[Source data]
"""The shift of a response. Authority: a resonance whose frequency is moved by a known fraction moves by that fraction;
against `planar.design.shift` the definitions agree."""

import numpy as np
import pytest

from planar.design.retune.moving import best_match, response_shift, shift_slopes
from planar.design.shift import POINTS, SLOPE, shift, shift_frequencies
from planar.network.response import reflection

CENTRE = 1e9
GRID = CENTRE * np.linspace(0.85, 1.15, 61)


def resonance(frequency, f0):
    return 50.0 / (1.0 + 8j * (frequency / f0 - f0 / frequency))


@pytest.mark.parametrize("moved", [-0.03, -0.004, 0.0, 0.02])
def test_shift_of_a_moved_resonance_is_what_it_was_moved_by(moved):
    nominal, there = (reflection(resonance(GRID, f0), 50.0) for f0 in (CENTRE, CENTRE * (1.0 + moved)))
    # the mean slope errs in third order: (2 Q moved)^2 of the shift with a factor below one, here a quarter
    third = abs(moved) * (2.0 * 8.0 * moved) ** 2
    assert response_shift(GRID, nominal, there) == pytest.approx(moved, abs=0.25 * third + 1e-9)


def test_shift_is_that_of_the_solved_boards():
    at = shift_frequencies(CENTRE)
    here, there = (resonance(at, f0) for f0 in (CENTRE, 0.99 * CENTRE))
    grid = np.unique(np.concatenate([GRID, at[1 : 1 + POINTS]]))
    nominal, moved = (reflection(resonance(grid, f0), 50.0) for f0 in (CENTRE, 0.99 * CENTRE))
    assert SLOPE < 0.01  # its differences are small beside the resonance
    assert response_shift(grid, nominal, moved) == pytest.approx(shift(here, there, 50.0), rel=0.02)


def test_slopes_of_the_shift_are_its_differences():
    nominal, there = (reflection(resonance(GRID, f0), 50.0) for f0 in (CENTRE, 0.995 * CENTRE))
    change = reflection(resonance(GRID, 0.99501 * CENTRE), 50.0) - there
    step = response_shift(GRID, nominal, there + change) - response_shift(GRID, nominal, there)
    assert shift_slopes(GRID, nominal, there, change[:, None])[0] == pytest.approx(step, rel=0.02)


def test_best_match_is_the_dip_and_none_at_an_end():
    assert best_match(GRID, reflection(resonance(GRID, 0.97e9), 50.0)) == pytest.approx(0.97e9, rel=1e-3)
    assert best_match(GRID, reflection(resonance(GRID, 0.7e9), 50.0)) is None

> _Task directions_
Write out, without alteration, the line that contains "at = shift_frequencies(CENTRE)" and all subsequent lines down to the end of the data above.

> _Written solution_
    at = shift_frequencies(CENTRE)
    here, there = (resonance(at, f0) for f0 in (CENTRE, 0.99 * CENTRE))
    grid = np.unique(np.concatenate([GRID, at[1 : 1 + POINTS]]))
    nominal, moved = (reflection(resonance(grid, f0), 50.0) for f0 in (CENTRE, 0.99 * CENTRE))
    assert SLOPE < 0.01  # its differences are small beside the resonance
    assert response_shift(grid, nominal, moved) == pytest.approx(shift(here, there, 50.0), rel=0.02)


def test_slopes_of_the_shift_are_its_differences():
    nominal, there = (reflection(resonance(GRID, f0), 50.0) for f0 in (CENTRE, 0.995 * CENTRE))
    change = reflection(resonance(GRID, 0.99501 * CENTRE), 50.0) - there
    step = response_shift(GRID, nominal, there + change) - response_shift(GRID, nominal, there)
    assert shift_slopes(GRID, nominal, there, change[:, None])[0] == pytest.approx(step, rel=0.02)


def test_best_match_is_the_dip_and_none_at_an_end():
    assert best_match(GRID, reflection(resonance(GRID, 0.97e9), 50.0)) == pytest.approx(0.97e9, rel=1e-3)
    assert best_match(GRID, reflection(resonance(GRID, 0.7e9), 50.0)) is None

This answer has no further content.